I'm using SPSS, new to statistics. I have 2 groups of patients (Group 1: 1000 patients; Group 2: 400 patients). One of five different interventions (surgery a,b,c,d,e) was performed on subjects in each Group. I want to compare the frequency of each intervention between the groups (obtaining a P value).
So I want to say: there was/was not a statistically significant difference (P-value) in the number of 'interventions a" between the two groups.
Thanks
Use a 2-way chi-squared test, with group vs intervention as the two variables.
Speculating that the following table of counts is something like yours (and that the answer to @Dave's question is Yes), I will use it as an example. Columns are for interventions a, b, c, d, and e. [Using R.]
TAB = rbind(Gp1, Gp2); TAB
[,1] [,2] [,3] [,4] [,5]
Gp1 81 182 203 264 270 # sum 1000
Gp2 62 26 88 117 107 # sum 400
Observed counts $X_{ij}$ of subjects are shown in the table TAB: $X_{ij}, i=1,2; j = 1,2,3,4,5;$
and $\sum_{ij} X_{ij}=1400.$
A chi-squared test of homogeneity, uses the null hypothesis (homogeneous proportions for the five interventions) to find corresponding expected counts $E_{ij}, i=1,2; j = 1,2,3,4,5.$ See the formula in a statistics text or this link.

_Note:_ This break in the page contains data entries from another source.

def test_fuse_on_the_rectifier_side_is_sized_on_the_pulse_rms():
    # a capacitor-input rectifier draws its current in pulses whose RMS is about 1.8 x the DC
    # (1.5 to 2.5 by conduction angle: common practice); F1 sits between the bridge and the reservoir
    result = engine.check_file(EXAMPLES / "mains-bench-unit.yaml")
    sheet = {(e.owner, e.value.name): e.value.value for e in result.sheet if e.section == "fuse"}
    dc = sheet[("F1", "normal current (budget at full output)")]
    assert sheet[("F1", "RMS of the rectifier charging pulses")] == pytest.approx(1.8 * dc)


def test_fuse_of_a_dc_adapter_carries_smooth_dc(clean_text):
    result = check(clean_text)
    assert not [e for e in result.sheet if e.value.name == "RMS of the rectifier charging pulses"]


# ---- headroom after series drops; inrush without a fuse ---------------------------------------------

def nine_volt_with_series_diode(clean_text, diode="D1: {kind: diode, ends: [DC_F, V12], positive: DC_F}"):
    """The clean plan on 9 V, its shunt diode replaced by a series diode between the fuse and V12."""
    text = clean_text.replace("voltage: 12 V", "voltage: 9 V")
    text = edited(text, "F1: {kind: fuse, current_rating: 500 mA, speed: time-lag, ends: [DC_IN, V12]}",
                  "F1: {kind: fuse, current_rating: 500 mA, speed: time-lag, ends: [DC_IN, DC_F]}")
    return edited(text, 'D1: {kind: diode, ends: [GND, V12], positive: GND, note: "shunt diode behind the '
                        'fuse, cathode on V12"}', diode)


def test_regulator_headroom_counts_the_series_diode(clean_text):
    # the case: 9 V less a 0.7 V silicon diode (common practice) leaves 2.3 V above the 6 V
    # output, not 3 V: inside the 0.5 V margin over the 2 V dropout (builtin regulator profile): a warning
    text = nine_volt_with_series_diode(clean_text)
    result = check(text)
    assert sheet(result, "U3", "input headroom V_in − V_out") == pytest.approx(9.0 - 0.7 - 6.0)
    found = of(result, "power.regulator-dropout")
    assert [f.level for f in found] == ["warning"] and "series diode D1" in found[0].message
    # a stated Schottky drop of 0.35 V leaves 2.65 V: clear of the margin
    schottky = nine_volt_with_series_diode(
        clean_text, "D1: {kind: diode, forward_voltage: 0.35 V, ends: [DC_F, V12], positive: DC_F}")
    assert of(check(schottky), "power.regulator-dropout") == []


def test_inrush_is_computed_without_a_fuse(clean_text):
    # 12 V onto C30 (1000 uF) through the assumed 0.5 ohm loop: 24 A peak, I²t = V²C/(2R) = 0.144 A²s
    text = edited(clean_text, "  fuse: F1\n", "")
    result = check(text)
    assert sheet(result, "supply input", "inrush peak") == pytest.approx(12.0 / 0.5)
    assert sheet(result, "supply input", "inrush I²t") == pytest.approx(12.0 ** 2 * 1000e-6 / (2 * 0.5))


def test_inrush_counts_a_resistor_used_as_the_fuse(clean_text):
    # 1 ohm as the fuse plus the assumed 0.5 ohm: 12 / 1.5 = 8 A peak (plain arithmetic)
    text = with_resistor(clean_text, "R1: {kind: resistor, value: 1 ohm, power_rating: 2 W, fusible: true, "
                                     "ends: [DC_IN, V12]}")
    assert sheet(check(text), "supply input", "inrush peak") == pytest.approx(12.0 / 1.5)


# ---- thresholds just inside and just outside --------------------------------------------


def test_fuse_size_thresholds_at_their_edges(clean_text):
    # The clean plan's normal (RMS) current clean_rms() at 40 °C ambient, rerated by 0.5 %/°C above
    # 25 °C (from memory) and derated to 75 % (common practice), gives the least rating; rounded up
    # to R10 (IEC 60127-1) the preferred one; oversize warning above 2 × preferred. Each rating is
    # tried 1 mA inside and 1 mA outside its edge.
    carry = clean_rms() / (1 - 0.005 * 15)  # the rating whose rerated value carries the RMS current
    least = carry / 0.75
    gate = carry / 1.5  # IEC 60127-2 (from memory): 1.5 x I_n for an hour; below it the fuse opens in use
    preferred = r10_from_the_list(least)

    def levels(milliamps: float):
        text = edited(clean_text, "current_rating: 500 mA", f"current_rating: {milliamps:.0f} mA")
        return [f.level for f in of(check(text), "power.fuse-size")]

    assert levels(math.ceil(least * 1e3)) == []  # just above the least rating
    assert levels(math.floor(least * 1e3) - 1) == ["warning"]  # just below it
    assert levels(2 * preferred * 1e3) == []  # exactly twice the preferred rating
    assert levels(2 * preferred * 1e3 + 10) == ["warning"]  # just over twice
    assert levels(math.floor(carry * 1e3) - 1) == ["warning"]  # below the full-output current: thin margin
    assert levels(math.ceil(gate * 1e3) + 1) == ["warning"]
    assert levels(math.floor(gate * 1e3) - 1) == ["error"]


def test_melting_i2t_share_at_its_edge(clean_text):
    # The clean plan switches 12 V onto C30 (1000 µF) through the assumed 0.5 ohm loop: I²t =
    # V²·C/(2R) = 0.144 A²s. A stated melting I²t is used at 30 % for repeated switch-on (the
    # pulse_share setting, from memory): 0.48 A²s gives exactly 0.144 (fine), 0.47 A²s gives 0.141.
    i2t = 12.0 ** 2 * 1000e-6 / (2 * 0.5)

    def found(melting: str):
        text = edited(clean_text, "speed: time-lag, ends: [DC_IN, V12]",
                      f"speed: time-lag, melting_i2t: {melting}, ends: [DC_IN, V12]")
        return of(check(text), "power.fuse-inrush")

    assert found(f"{i2t / 0.3 * 1.001:.5f} A^2 s") == []
    below = found(f"{i2t / 0.3 * 0.999:.5f} A^2 s")
    assert [f.level for f in below] == ["warning"]
    assert "× 30% for repeated switch-on" in below[0].message


def test_regulator_dissipation_and_junction_in_the_clean_plan(clean_text):
    # U3: 12 V in, 6 V out (rail V6), its stated 10 mA load, 5 mA ground current (builtin
    # regulator profile): (12 − 6)·0.010 + 12·0.005 = 0.12 W; at 65 °C/W and 40 °C: 47.8 °C.
    result = check(clean_text)
    assert sheet(result, "U3", "regulator dissipation") == pytest.approx(0.12)
    assert sheet(result, "U3", "junction temperature at 40 °C ambient") == pytest.approx(40 + 0.12 * 65)
    # the output voltage from the profile when the regulator names no output rail: the same figure
    text = edited(clean_text, "rail: V12, output_rail: V6, load_current: 10 mA}",
                  "rail: V12, load_current: 10 mA}")
    assert sheet(check(text), "U3", "regulator dissipation") == pytest.approx(0.12)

The P-value in the output of the chi-squared test below is very near $0.$ So, there are some significant differences between groups in proportions of interventions.
chisq.test(TAB)
Pearson's Chi-squared test
data: TAB
X-squared = 42.899, df = 4, p-value = 1.086e-08
The expected counts are shown in the table below:
chisq.test(TAB)$exp
[,1] [,2] [,3] [,4] [,5]
Gp1 102.14286 148.57143 207.85714 272.1429 269.2857
Gp2 40.85714 59.42857 83.14286 108.8571 107.7143
To get a chi-squared statistic as large as 42.9, there must have been large disagreements in some cells of the table between observed and expected counts. If intervention choices were made in the same way for the two groups, then it would be almost impossible to get a chi-squared statistic as large as $42.9.$
The squares of the ten Pearson residuals below add to give the chi-squared statistic. That is, $R_{ij} = \frac{X_{ij} - E_{ij}}{\sqrt{E_{ij}}}$ and $\sum_{ij} R_{ij}^2 = 42.899.$
Looking at residuals with the largest absolute values will give you a clue where the important disagreements between observed and expected counts may lie.

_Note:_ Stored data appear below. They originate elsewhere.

def test_gap_longer_than_max_gap_names_column_and_period(tmp_path):
    cells = ["-4,2"] + [",3"] * 7 + ["-8,6"]
    path = write(tmp_path, table("time,air_temperature,wind_speed", cells))
    assert error_of(path) == (
        f"{path}: line 3: column 'air_temperature': no value from 2026-10-01T00:00:00Z (line 2) to "
        f"2026-10-01T08:00:00Z (line 10): a gap of 8h, longer than max_gap = 6h"
    )
    with pytest.warns(ForcingWarning):
        ds = read_forcing(path, max_gap="8h")
    np.testing.assert_allclose(ds["air_temperature"].values, np.linspace(-4, -8, 9))
    with pytest.warns(ForcingWarning):
        assert read_forcing(path, max_gap=8 * 3600).attrs["gaps_filled"] == 1


def test_missing_rows_within_max_gap_warn_and_keep_rows(tmp_path):
    rows = [f"{t},-5" for t in HOURS[:4]] + [f"{t},-5" for t in HOURS[7:12]]  # 03Z -> 07Z: 4 h step
    path = write(tmp_path, simple(rows))
    with pytest.warns(ForcingWarning, match="filled 1 gap .*longest 4h, 2026-10-01T03:00:00Z to 2026-10-01T07:00:00Z"):
        ds = read_forcing(path)
    assert ds.sizes["time"] == 9 and ds.attrs["gaps_filled"] == 1


def test_missing_rows_longer_than_max_gap(tmp_path):
    rows = [f"{t},-5" for t in HOURS[:4]] + [f"{t},-5" for t in HOURS[12:16]]  # 03Z -> 12Z
    path = write(tmp_path, simple(rows))
    message = error_of(path)
    assert message == (
        f"{path}: line 5: no rows from 2026-10-01T03:00:00Z to 2026-10-01T12:00:00Z (line 6) in any column: "
        "a gap of 9h, longer than max_gap = 6h (median step 1h)"
    )


def test_max_gap_zero_fills_nothing(tmp_path):
    path = write(tmp_path, table("time,air_temperature", ["-5", "", "-5"]))
    assert "longer than max_gap = 0s" in error_of(path, max_gap=0)


@pytest.mark.parametrize("bad", ["6 parsecs", -1.0, float("nan"), True, None])
def test_bad_max_gap(tmp_path, bad):
    path = write(tmp_path, GOOD)
    assert "max_gap" in error_of(path, max_gap=bad)


@pytest.mark.parametrize("cells, where", [([",1", "-5,2", "-5,3"], "start"), (["-5,1", "-5,2", ",3"], "end")])
def test_gap_at_the_edge_cannot_be_interpolated(tmp_path, cells, where):
    path = write(tmp_path, table("time,air_temperature,wind_speed", cells))
    message = error_of(path)
    assert "column 'air_temperature' is empty" in message and where in message
    assert "a gap can only be filled between two values" in message


def test_optional_column_entirely_empty_is_left_out(tmp_path):
    path = write(tmp_path, table("time,air_temperature,wind_speed", ["-5,", "-6,", "-7,"]))
    with pytest.warns(ForcingWarning, match="column 'wind_speed' has no values; left out"):
        ds = read_forcing(path)
    assert "wind_speed" not in ds


def test_nan_text_is_not_a_gap(tmp_path):
    path = write(tmp_path, table("time,air_temperature,wind_speed", ["-5,1", "-5,nan", "-5,3"]))
    assert "line 3: column 'wind_speed': nan is not a finite number" in error_of(path)


def test_year_outside_datetime64_range(tmp_path):
    path = write(tmp_path, simple(["2026-10-01T00:00,-5", "9999-10-01T01:00,-5"]))
    assert "line 3: column 'time': '9999-10-01T01:00': year outside the supported" in error_of(path)


def test_forcing_from_arrays_accepts_station_variables():
    ds = forcing_from_arrays(["2026-10-01T00:00", "2026-10-01T01:00"], [-5.0, -6.0], wind_speed=[1.0, 2.0])
    np.testing.assert_array_equal(ds["wind_speed"].values, [1.0, 2.0])
    with pytest.raises(InputError, match=r"<arrays>: index 1: column 'wind_speed': -2 m s-1 is outside"):
        forcing_from_arrays(["2026-10-01T00:00", "2026-10-01T01:00"], [-5.0, -6.0], wind_speed=[1.0, -2.0])
    with pytest.raises(InputError, match="nan is not a finite number"):  # no gap filling for arrays
        forcing_from_arrays(["2026-10-01T00:00", "2026-10-01T01:00"], [-5.0, np.nan])


def test_column_mapping_from_the_configuration(tmp_path):
    from icecolumn.cli import main

    csv = tmp_path / "station.csv"
    csv.write_text("time,Tair_C,WS\n2026-11-01T00:00Z,-10.0,3.0\n2026-11-01T01:00Z,-11.0,4.0\n"
                   "2026-11-01T02:00Z,-12.0,5.0\n")  # invented
    cfg = tmp_path / "c.toml"
    cfg.write_text('[forcing]\ncolumns = "air_temperature = Tair_C,wind_speed=WS"\n[output]\ninterval = "1h"\n')
    loaded = ic.load_config(cfg)
    assert loaded.forcing.columns == "air_temperature=Tair_C, wind_speed=WS"
    assert loaded.forcing.column_map() == {"air_temperature": "Tair_C", "wind_speed": "WS"}
    out = tmp_path / "r.nc"
    assert main(["run", str(csv), "-c", str(cfg), "-o", str(out)]) == 0
    import xarray as xr

    with xr.open_dataset(out) as ds:
        assert ds.sizes["time"] == 3
    # the command line adds to and overrides the configuration's mapping
    assert main(["check", str(csv), "-c", str(cfg), "--column", "wind_speed=WS"]) == 0
    # a malformed mapping in the configuration is one clear error naming the key
    bad = tmp_path / "bad.toml"
    bad.write_text('[forcing]\ncolumns = "air_temperature"\n')
    with pytest.raises(InputError, match=r"\[forcing\] columns = 'air_temperature': 'air_temperature' is not of"):
        ic.load_config(bad)
    # a mapping to a column the file lacks: one line, exit 2, no output
    wrong = tmp_path / "wrong.toml"
    wrong.write_text('[forcing]\ncolumns = "air_temperature=T_air"\n')
    out2 = tmp_path / "r2.nc"
    assert main(["run", str(csv), "-c", str(wrong), "-o", str(out2)]) == 2 and not out2.exists()


# ---------------------------------------------------------------- units declared in the header


def test_header_units_are_converted_like_netcdf(tmp_path):
    header = ("time,air_temperature [K],relative_humidity [1],snowfall [mm h-1],snow_thickness [cm],"
              "cloud_fraction [%],wind_speed")
    cells = ["253.15,0.85,3.6,12,50,4", "263.15,0.9,0,13.5,100,5"]
    ds = read_forcing(write(tmp_path, table(header, cells)))
    # 0 degC = 273.15 K (common practice, no source); mm h-1 of water = kg m-2 per 3600 s
    np.testing.assert_allclose(ds["air_temperature"].values, [-20.0, -10.0], atol=1e-12)
    np.testing.assert_allclose(ds["relative_humidity"].values, [85.0, 90.0])
    np.testing.assert_allclose(ds["snowfall"].values, [1e-3, 0.0])
    np.testing.assert_allclose(ds["snow_thickness"].values, [0.12, 0.135])
    np.testing.assert_allclose(ds["cloud_fraction"].values, [0.5, 1.0])
    np.testing.assert_array_equal(ds["wind_speed"].values, [4.0, 5.0])
    assert ds["air_temperature"].attrs["units"] == "degC"
    assert "air_temperature=air_temperature [K]" in ds.attrs["source_columns"]


def test_header_units_use_the_netcdf_table():
    from icecolumn.forcing import NETCDF_UNITS, UNITS, unit_conversion

    assert NETCDF_UNITS is UNITS  # one conversion table for both readers
    assert unit_conversion("air_temperature", "  K ") == (1.0, -273.15)
    # degF -> degC: (F - 32) * 5/9 (common practice, no source): 212 degF is 100 degC, 32 degF is 0 degC
    scale, offset = unit_conversion("air_temperature", "degF")
    assert 212.0 * scale + offset == pytest.approx(100.0) and 32.0 * scale + offset == pytest.approx(0.0, abs=1e-12)
    assert unit_conversion("air_temperature", "furlongs") is None


def test_fahrenheit_header_is_converted(tmp_path):
    ds = read_forcing(write(tmp_path, table("time,air_temperature [degF]", ["-4", "14"])))
    np.testing.assert_allclose(ds["air_temperature"].values, [-20.0, -10.0])


def test_unknown_header_unit_is_one_line(tmp_path):
    path = write(tmp_path, table("time,air_temperature [F]", ["25", "26"]))
    assert error_of(path) == (f"{path}: line 1: column 'air_temperature [F]': unit [F] is not known for "
                              "air_temperature; declare one of [K], [degC], [degF] (no unit: degC)")


def test_column_map_to_a_column_with_a_unit(tmp_path):
    path = write(tmp_path, table("time,Tair [K]", ["253.15", "263.15"]))
    for theirs in ("Tair", "Tair [K]"):
        ds = read_forcing(path, column_map={"air_temperature": theirs})
        np.testing.assert_allclose(ds["air_temperature"].values, [-20.0, -10.0], atol=1e-12)


def test_same_column_with_and_without_unit(tmp_path):
    path = write(tmp_path, table("time,air_temperature,air_temperature [K]", ["-5,268", "-5,268"]))
    assert "line 1: column 'air_temperature' appears twice" in error_of(path)


def test_relative_humidity_fraction_without_unit_is_flagged(tmp_path):
    path = write(tmp_path, table("time,air_temperature,relative_humidity", ["-5,0.85", "-5,", "-5,0.97"]))
    message = error_of(path)
    assert message.startswith(f"{path}: line 1: column 'relative_humidity': every value is between 0 and 1 "
                              "(largest 0.97)")
    assert "'relative_humidity [1]'" in message
    ds = read_forcing(write(tmp_path, table("time,air_temperature,relative_humidity [%]", ["-5,0.85", "-5,0.97"]),
                            "percent.csv"))  # declared: taken as it is
    np.testing.assert_array_equal(ds["relative_humidity"].values, [0.85, 0.97])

From the table below, we see that they lie in the first two columns. So, proportions of interventions a and b may have been significantly different between the two groups.
chisq.test(TAB)$res
[,1] [,2] [,3] [,4] [,5]
Gp1 -2.091990 2.742522 -0.3368980 -0.4936036 0.04352766
Gp2 3.307727 -4.336309 0.5326825 0.7804559 -0.06882327
If you do a post hoc test for just the first two columns, you get a highly significant result.
TAB.ab = rbind(c(81,182), c(62,26))
TAB.ab
[,1] [,2]
[1,] 81 182
[2,] 62 26
chisq.test(TAB.ab)$p.val
[1] 1.290181e-10
If you are going to look at several sub-tables in this way, then in order to minimize the risk of 'false discovery' you need to insist on P-values smaller than 5% to declare significant differences. (If you do lots of ad hoc tests on the same data, you may eventually get a significant P-value by chance alone--even if there is no real effect.) This is not a problem in my $2\times 2$ example just above, because the P-value is very nearly $0.$
Depending on particulars of your real data, you may have to look at only one or two $2\times 2$ sub-tables out of the ${5 \choose 2} = 10$ possibilities.